Aim of the task →
Search the data for the string "unit" and copy each line where it turns up.

-*-

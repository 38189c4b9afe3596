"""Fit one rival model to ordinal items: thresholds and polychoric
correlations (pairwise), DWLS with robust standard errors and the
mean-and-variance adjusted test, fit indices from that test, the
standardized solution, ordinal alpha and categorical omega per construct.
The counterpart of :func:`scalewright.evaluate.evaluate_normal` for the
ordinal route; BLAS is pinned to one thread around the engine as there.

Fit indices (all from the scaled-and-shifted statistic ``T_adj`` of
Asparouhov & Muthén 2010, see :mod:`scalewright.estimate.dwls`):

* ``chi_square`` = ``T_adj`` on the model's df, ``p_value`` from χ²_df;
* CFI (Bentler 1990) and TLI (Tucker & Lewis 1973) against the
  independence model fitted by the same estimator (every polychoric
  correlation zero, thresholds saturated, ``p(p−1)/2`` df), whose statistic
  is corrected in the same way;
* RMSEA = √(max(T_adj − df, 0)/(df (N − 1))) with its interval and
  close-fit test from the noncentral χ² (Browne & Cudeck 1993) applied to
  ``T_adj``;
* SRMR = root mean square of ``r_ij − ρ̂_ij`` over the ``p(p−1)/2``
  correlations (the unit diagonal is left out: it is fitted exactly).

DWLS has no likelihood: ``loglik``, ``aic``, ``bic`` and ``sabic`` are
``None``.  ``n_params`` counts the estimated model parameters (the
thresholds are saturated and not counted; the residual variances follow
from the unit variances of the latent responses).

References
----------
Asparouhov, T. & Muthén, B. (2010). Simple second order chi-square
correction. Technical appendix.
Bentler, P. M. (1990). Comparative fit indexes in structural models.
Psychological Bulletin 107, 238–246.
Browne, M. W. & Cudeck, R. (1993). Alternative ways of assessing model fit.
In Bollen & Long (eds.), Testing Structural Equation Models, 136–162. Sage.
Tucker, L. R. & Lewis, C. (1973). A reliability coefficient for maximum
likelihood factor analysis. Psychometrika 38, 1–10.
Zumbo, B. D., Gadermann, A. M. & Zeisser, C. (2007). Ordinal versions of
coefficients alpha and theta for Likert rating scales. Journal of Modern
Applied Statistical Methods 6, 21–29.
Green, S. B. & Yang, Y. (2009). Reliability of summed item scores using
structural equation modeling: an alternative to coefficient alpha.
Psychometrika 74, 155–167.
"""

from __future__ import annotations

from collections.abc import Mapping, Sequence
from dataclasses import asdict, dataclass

-*-

Completed exercise →
  correlations (the unit diagonal is left out: it is fitted exactly).
from the unit variances of the latent responses).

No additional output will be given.